PROBLEM DESCRIPTION - Your answer should consist of the lines holding "changes", copied from the material below.

DATA FOR THE TASK -
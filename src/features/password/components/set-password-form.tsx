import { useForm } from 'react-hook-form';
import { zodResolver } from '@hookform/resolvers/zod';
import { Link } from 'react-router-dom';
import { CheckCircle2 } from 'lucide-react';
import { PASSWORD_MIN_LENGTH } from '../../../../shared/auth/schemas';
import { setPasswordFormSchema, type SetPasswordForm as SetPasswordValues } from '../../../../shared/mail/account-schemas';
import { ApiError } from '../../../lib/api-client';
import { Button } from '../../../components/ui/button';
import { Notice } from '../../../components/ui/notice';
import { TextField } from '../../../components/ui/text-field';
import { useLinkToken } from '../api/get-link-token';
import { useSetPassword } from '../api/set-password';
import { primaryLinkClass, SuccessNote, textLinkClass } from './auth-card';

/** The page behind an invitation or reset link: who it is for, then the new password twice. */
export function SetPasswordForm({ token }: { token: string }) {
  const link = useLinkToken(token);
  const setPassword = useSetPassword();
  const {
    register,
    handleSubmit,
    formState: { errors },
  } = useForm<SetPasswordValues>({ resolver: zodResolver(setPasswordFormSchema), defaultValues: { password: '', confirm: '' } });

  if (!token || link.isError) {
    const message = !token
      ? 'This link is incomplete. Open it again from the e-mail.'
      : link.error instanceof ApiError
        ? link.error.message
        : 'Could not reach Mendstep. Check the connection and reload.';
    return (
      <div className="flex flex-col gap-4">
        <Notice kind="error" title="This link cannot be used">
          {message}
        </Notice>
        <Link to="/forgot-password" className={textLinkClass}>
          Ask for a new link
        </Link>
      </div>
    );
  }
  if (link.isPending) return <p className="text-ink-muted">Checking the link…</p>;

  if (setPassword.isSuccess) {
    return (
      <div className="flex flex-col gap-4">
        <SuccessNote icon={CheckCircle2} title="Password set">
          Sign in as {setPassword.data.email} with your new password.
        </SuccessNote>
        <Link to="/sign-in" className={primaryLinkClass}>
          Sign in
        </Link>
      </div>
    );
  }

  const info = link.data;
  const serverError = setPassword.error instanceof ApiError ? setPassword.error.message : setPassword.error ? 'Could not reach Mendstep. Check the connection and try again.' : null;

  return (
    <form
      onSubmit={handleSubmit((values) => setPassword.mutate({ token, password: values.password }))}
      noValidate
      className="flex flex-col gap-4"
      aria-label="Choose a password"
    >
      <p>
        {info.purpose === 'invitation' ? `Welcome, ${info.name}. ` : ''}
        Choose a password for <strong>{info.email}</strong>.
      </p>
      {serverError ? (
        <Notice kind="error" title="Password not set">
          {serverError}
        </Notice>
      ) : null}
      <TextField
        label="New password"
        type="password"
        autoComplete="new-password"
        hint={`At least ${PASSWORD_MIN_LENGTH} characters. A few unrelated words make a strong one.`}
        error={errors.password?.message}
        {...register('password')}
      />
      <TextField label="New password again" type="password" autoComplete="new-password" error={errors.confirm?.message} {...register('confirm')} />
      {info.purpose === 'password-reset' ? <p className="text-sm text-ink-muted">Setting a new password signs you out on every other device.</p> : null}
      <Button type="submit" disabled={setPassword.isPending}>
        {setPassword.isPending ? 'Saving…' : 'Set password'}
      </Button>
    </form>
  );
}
==
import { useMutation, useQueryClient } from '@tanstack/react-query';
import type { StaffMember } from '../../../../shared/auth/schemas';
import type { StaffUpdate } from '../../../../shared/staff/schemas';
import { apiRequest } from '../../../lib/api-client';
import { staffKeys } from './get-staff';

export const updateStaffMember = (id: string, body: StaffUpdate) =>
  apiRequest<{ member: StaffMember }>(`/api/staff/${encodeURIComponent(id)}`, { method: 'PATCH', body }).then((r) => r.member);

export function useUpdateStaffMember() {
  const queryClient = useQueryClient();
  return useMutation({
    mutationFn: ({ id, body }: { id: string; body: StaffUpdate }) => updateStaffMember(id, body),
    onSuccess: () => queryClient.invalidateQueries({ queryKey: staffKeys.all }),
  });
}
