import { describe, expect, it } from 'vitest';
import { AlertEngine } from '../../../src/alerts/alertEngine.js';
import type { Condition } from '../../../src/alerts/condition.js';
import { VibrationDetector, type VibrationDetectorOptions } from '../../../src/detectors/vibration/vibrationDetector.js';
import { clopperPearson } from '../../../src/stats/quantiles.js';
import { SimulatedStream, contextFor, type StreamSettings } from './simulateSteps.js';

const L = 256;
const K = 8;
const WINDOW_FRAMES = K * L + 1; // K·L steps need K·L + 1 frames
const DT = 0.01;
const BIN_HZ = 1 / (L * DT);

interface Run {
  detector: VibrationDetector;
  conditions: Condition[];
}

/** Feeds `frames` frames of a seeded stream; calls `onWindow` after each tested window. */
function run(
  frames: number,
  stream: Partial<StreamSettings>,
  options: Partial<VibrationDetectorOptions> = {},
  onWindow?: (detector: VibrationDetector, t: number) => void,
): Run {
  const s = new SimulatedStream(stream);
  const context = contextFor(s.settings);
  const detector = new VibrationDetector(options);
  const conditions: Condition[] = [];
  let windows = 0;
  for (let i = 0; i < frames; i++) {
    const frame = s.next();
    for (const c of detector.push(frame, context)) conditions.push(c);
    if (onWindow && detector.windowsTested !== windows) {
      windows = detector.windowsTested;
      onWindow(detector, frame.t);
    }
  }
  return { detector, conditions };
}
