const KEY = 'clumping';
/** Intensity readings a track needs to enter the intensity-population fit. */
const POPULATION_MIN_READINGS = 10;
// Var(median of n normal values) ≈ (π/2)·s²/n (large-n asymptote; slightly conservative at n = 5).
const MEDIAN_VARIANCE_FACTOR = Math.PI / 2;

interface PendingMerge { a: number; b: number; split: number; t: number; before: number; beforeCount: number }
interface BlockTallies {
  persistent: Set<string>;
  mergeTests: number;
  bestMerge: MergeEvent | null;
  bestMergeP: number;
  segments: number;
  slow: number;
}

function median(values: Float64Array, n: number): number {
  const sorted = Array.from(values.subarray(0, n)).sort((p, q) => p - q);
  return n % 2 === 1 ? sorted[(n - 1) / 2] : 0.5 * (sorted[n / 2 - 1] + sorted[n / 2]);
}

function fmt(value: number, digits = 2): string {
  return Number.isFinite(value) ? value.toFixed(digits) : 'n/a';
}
---
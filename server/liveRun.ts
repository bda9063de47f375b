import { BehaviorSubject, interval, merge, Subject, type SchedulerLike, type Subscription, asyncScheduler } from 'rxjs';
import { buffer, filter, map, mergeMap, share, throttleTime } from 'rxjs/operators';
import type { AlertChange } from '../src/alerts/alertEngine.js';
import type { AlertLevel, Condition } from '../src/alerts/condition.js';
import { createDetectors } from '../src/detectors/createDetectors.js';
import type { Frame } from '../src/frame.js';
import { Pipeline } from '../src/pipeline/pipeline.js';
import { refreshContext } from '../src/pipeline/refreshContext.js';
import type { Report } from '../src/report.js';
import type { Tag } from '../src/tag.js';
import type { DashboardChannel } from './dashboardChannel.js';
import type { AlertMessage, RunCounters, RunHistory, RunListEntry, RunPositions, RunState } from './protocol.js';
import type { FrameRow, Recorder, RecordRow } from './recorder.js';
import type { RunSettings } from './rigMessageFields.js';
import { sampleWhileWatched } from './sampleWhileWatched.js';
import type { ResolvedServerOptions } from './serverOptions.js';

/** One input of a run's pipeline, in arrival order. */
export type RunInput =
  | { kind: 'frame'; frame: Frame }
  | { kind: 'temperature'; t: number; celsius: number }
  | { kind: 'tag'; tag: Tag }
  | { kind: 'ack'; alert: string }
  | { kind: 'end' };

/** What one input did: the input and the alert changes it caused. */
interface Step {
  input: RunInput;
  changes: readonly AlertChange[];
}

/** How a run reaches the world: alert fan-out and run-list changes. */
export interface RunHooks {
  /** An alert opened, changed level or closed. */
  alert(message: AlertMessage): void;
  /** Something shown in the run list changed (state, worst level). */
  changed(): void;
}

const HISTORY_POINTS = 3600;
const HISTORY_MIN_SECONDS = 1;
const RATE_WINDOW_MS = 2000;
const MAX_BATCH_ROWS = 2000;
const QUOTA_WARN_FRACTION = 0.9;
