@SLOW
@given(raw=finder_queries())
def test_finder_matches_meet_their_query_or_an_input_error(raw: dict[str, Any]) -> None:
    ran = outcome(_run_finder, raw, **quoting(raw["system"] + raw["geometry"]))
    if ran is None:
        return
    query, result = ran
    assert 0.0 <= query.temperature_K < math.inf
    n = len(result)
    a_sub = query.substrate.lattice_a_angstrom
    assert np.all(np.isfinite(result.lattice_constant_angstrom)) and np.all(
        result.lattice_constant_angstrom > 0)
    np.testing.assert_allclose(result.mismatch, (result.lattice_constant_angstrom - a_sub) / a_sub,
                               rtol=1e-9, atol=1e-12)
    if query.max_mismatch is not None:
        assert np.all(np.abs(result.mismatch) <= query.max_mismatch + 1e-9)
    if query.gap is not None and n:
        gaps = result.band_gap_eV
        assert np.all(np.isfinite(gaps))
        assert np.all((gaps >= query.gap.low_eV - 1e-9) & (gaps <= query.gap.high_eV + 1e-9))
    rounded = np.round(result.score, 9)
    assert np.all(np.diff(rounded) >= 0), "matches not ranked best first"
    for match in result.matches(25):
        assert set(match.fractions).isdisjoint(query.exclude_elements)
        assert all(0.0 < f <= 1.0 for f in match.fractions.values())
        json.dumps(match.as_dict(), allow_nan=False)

REPLY TO THE TASK -
/** What one input did: the input and the alert changes it caused. */
  changes: readonly AlertChange[];
/** How a run reaches the world: alert fan-out and run-list changes. */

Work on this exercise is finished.